Pope Benedict XVI Tells Uruguay Bishops to Stop Move to Legalize Abortions
Montevideo, Uruguay (LifeNews.com) -- During an audience last week with Uruguay's bishops, Pope Benedict XVI expressed his concerns and prayers that the clergy in the South American country would recognize the dignity of all human life, including the unborn. Last year, the Uruguayan Senate approved legislation that would make abortion legal for the first 12 weeks of pregnancy, although the country's president has promised a veto of the bill. Despite the efforts of the local Catholic leaders, poll results from the year prior to the Senate vote showed that a majority of Uruguayans favored the legalization of abortion. Benedict XVI said that he is asking God for "the fruit of establishing a clear awareness in every Uruguayan of the inviolable dignity of every person and a firm commitment to respect and safeguard it without reservations."


Australia Archbishop Denis Hart Hopes to Stop Abortion Law Reform Bill
Melbourne, Australia (LifeNews.com) -- Archbishop Denis Hart of the Archdiocese of Melbourne has issued a pastoral letter in response to the Australian Legislative Assembly's passage of the Abortion Law Reform Bill. The Archbishop called for a Day of Intercession in an attempt to stop the legislation from passing into law, specifically citing the Church's concerns with the legislation.
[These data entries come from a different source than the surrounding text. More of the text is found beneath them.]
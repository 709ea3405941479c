/**
 * Improvements smaller than this (in log units) are treated as zero, so floating-point noise cannot
 * make the cycle search loop; it is far below the 1e-7 tie tolerance of the exact tests.
 */
const NEGATIVE_CYCLE_TOLERANCE = 1e-12;
/**
 * Bellman–Ford settles within (vertices − 1) rounds unless a negative cycle exists, and then a cycle
 * of predecessor links appears; this cap only guards against floating-point pathologies.
 */
const MAX_ROUNDS_PER_VERTEX = 4;

type CycleSearch = 'moved' | 'optimal' | 'gave-up';

/** Solves one sub-table: row sums, column sums (both summing to the same total) → the minimum. */
export type MinLogFactorialSum = (rowSums: Int32Array, rowCount: number, columnSums: Int32Array, columnCount: number) => number;

/**
 * Builds a solver for min Σ log x_ij! over the tables x with the given row and column sums, which is
 * minus the log-weight of the most probable table with those margins (the "longest path" of
 * Mehta & Patel 1983, JASA 78, 427–434, from a node of their network to its terminal node).
 *
 * Intuition: log k! is convex, so the most probable table spreads the counts as evenly as the margins
 * allow; starting near the proportional table, unit moves around cycles of cells settle it.
 *
 * ## Method
 * The problem is a transportation problem with separable convex costs. Start from the rounded-down
 * proportional table x_ij = ⌊a_i b_j / A⌋ completed by the north-west corner rule on the remainders.
 * In the residual graph (row i → column j costs log(x_ij + 1), the price of one more count; column j →
 * row i costs −log x_ij when x_ij > 0) a table is optimal exactly when no cycle has negative cost
 * (Ahuja, Magnanti & Orlin 1993, Network Flows, ch. 14, for convex separable costs with integer
 * breakpoints). Bellman–Ford finds such a cycle; one unit is pushed around it; repeat.
 *
 * @param maxRows - The most rows any call will pass.
 * @param maxColumns - The most columns any call will pass.
 * @param logFactorial - log k! for k up to the largest total any call will pass.
 * @returns A function of (rowSums, rowCount, columnSums, columnCount) returning min Σ log x_ij!
 *   (or the valid lower bound 0 should the cycle search ever stall); scratch space is reused between
 *   calls, so the function is not re-entrant.
 * @example minLogFactorialSumSolver(2, 2, logFactorialTable(4))(Int32Array.of(2, 2), 2, Int32Array.of(2, 2), 2) // 0, the table [[1,1],[1,1]]
 */
export function minLogFactorialSumSolver(maxRows: number, maxColumns: number, logFactorial: Float64Array): MinLogFactorialSum {
  const cells = new Int32Array(maxRows * maxColumns);
  const rowLeft = new Int32Array(maxRows);
  const columnLeft = new Int32Array(maxColumns);
  const vertexCount = maxRows + maxColumns;
  const distance = new Float64Array(vertexCount);
  const predecessor = new Int32Array(vertexCount);
  const seen = new Int32Array(vertexCount);

  return (rowSums, rowCount, columnSums, columnCount) => {
    let total = 0;
    for (let i = 0; i < rowCount; i++) total += rowSums[i];
    if (total === 0) return 0;
    for (let i = 0; i < rowCount; i++) rowLeft[i] = rowSums[i];
    for (let j = 0; j < columnCount; j++) columnLeft[j] = columnSums[j];
    for (let i = 0; i < rowCount; i++) {
      for (let j = 0; j < columnCount; j++) {
        const proportional = Math.floor((rowSums[i] * columnSums[j]) / total);
        cells[i * columnCount + j] = proportional;
        rowLeft[i] -= proportional;
        columnLeft[j] -= proportional;
      }
    }
    for (let i = 0, j = 0; i < rowCount && j < columnCount; ) {
      const moved = Math.min(rowLeft[i], columnLeft[j]);
      cells[i * columnCount + j] += moved;
      rowLeft[i] -= moved;
      columnLeft[j] -= moved;
      if (rowLeft[i] === 0) i++;
      else j++;
    }
    if (columnCount > 1 && rowCount > 1) {
      let outcome: CycleSearch;
      while ((outcome = cancelNegativeCycle(rowCount, columnCount)) === 'moved') {
        // one unit moved around a cheaper cycle; look again
      }
      // A search cut off by the round cap proves nothing; 0 ≤ Σ log x_ij! is still a valid bound.
      if (outcome === 'gave-up') return 0;
    }
    let sum = 0;
    for (let k = 0; k < rowCount * columnCount; k++) sum += logFactorial[cells[k]];
    return sum;
  };

  /** One Bellman–Ford search from a virtual source; pushes one unit around a negative cycle if found. */
  function cancelNegativeCycle(rowCount: number, columnCount: number): CycleSearch {
    const vertices = rowCount + columnCount;
    distance.fill(0, 0, vertices);
    predecessor.fill(-1, 0, vertices);
    for (let round = 0; round < MAX_ROUNDS_PER_VERTEX * vertices; round++) {
      let relaxed = false;
      for (let i = 0; i < rowCount; i++) {
        for (let j = 0; j < columnCount; j++) {
          const count = cells[i * columnCount + j];
          const up = distance[i] + (logFactorial[count + 1] - logFactorial[count]);
          if (up < distance[rowCount + j] - NEGATIVE_CYCLE_TOLERANCE) {
            distance[rowCount + j] = up;
            predecessor[rowCount + j] = i;
            relaxed = true;
          }
          if (count > 0) {
            const down = distance[rowCount + j] - (logFactorial[count] - logFactorial[count - 1]);
            if (down < distance[i] - NEGATIVE_CYCLE_TOLERANCE) {
              distance[i] = down;
              predecessor[i] = rowCount + j;
              relaxed = true;
            }
          }
        }
      }
      if (!relaxed) return 'optimal';
      const onCycle = findPredecessorCycle(vertices);
      if (onCycle >= 0 && pushAroundCycle(onCycle, rowCount, columnCount)) return 'moved';
    }
    return 'gave-up';
  }

  /** A vertex on a cycle of predecessor links, or −1; such a cycle has negative cost (Bellman–Ford). */
  function findPredecessorCycle(vertices: number): number {
    seen.fill(0, 0, vertices);
    for (let startVertex = 0; startVertex < vertices; startVertex++) {
      let vertex = startVertex;
      while (vertex >= 0 && seen[vertex] === 0) {
        seen[vertex] = startVertex + 1;
        vertex = predecessor[vertex];
      }
      if (vertex >= 0 && seen[vertex] === startVertex + 1) return vertex;
    }
    return -1;
  }

  function pushAroundCycle(start: number, rowCount: number, columnCount: number): boolean {
    let cost = 0;
    let vertex = start;
    do {
      const from = predecessor[vertex];
      if (vertex >= rowCount) {
        const count = cells[from * columnCount + (vertex - rowCount)];
        cost += logFactorial[count + 1] - logFactorial[count];
      } else {
        const count = cells[vertex * columnCount + (from - rowCount)];
        cost -= logFactorial[count] - logFactorial[count - 1];
      }
      vertex = from;
    } while (vertex !== start);
    if (!(cost < -NEGATIVE_CYCLE_TOLERANCE)) return false;
    do {
      const from = predecessor[vertex];
      if (vertex >= rowCount) cells[from * columnCount + (vertex - rowCount)] += 1;
      else cells[vertex * columnCount + (from - rowCount)] -= 1;
      vertex = from;
    } while (vertex !== start);
    return true;
  }
}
Archbishop Hart called the bill "an unprecedented attack on the freedom to hold and exercise fundamental religious beliefs," pointing out that it "compels a pharmacist or nurse employed or engaged in a public or private hospital or day-procedure center, if directed in writing by a doctor, to administer or to supply a drug to cause an abortion to a female who is more than 24 weeks pregnant," and also "imposes a legal obligation on doctors and nurses, notwithstanding their conscientious objection, to perform an abortion on a female in an emergency where it is deemed that the abortion is necessary to preserve the life of the pregnant woman." Furthermore, the Archbishop explained, the Abortion Law Reform Bill fails to ban partial-birth abortions, to include an informed consent provision, or "to safeguard the health of women by permitting abortions to be performed by doctors who have no qualifications or training in obstetrics." "As one commentator has put it, it is an insidious irony that this coercion of conscience is being carried out in the name of choice," said the Archbishop. "Parliamentarians are being afforded the opportunity to exercise their consciences to remove the right of health professionals to exercise theirs."

New Blood Test in UK Sparks Fears of Abortions on Disabled Unborn Children
London, England (LifeNews.com) -- A new blood test could be available in the next five years that would identify conditions such as Down's Syndrome and cystic fibrosis as early as seven weeks, igniting fears of designer babies and increased numbers of abortions. Great Britain, where researchers announced the new test, already has more abortions than any other Western European nation with over 200,000 a year. Pro-life leaders are concerned that the test, which can also determine the sex of the child five weeks earlier than current tests, would lead to discrimination. "It does not offer any possibility except the termination of the pregnancy," Josephine Quintavalle, of the pro-life campaign Comment on Reproductive Ethics, told the Mail Online. "This is a pursuit for perfection. Having the right sex of a child will become another quest for perfection. We are getting more information than we know how to handle.'"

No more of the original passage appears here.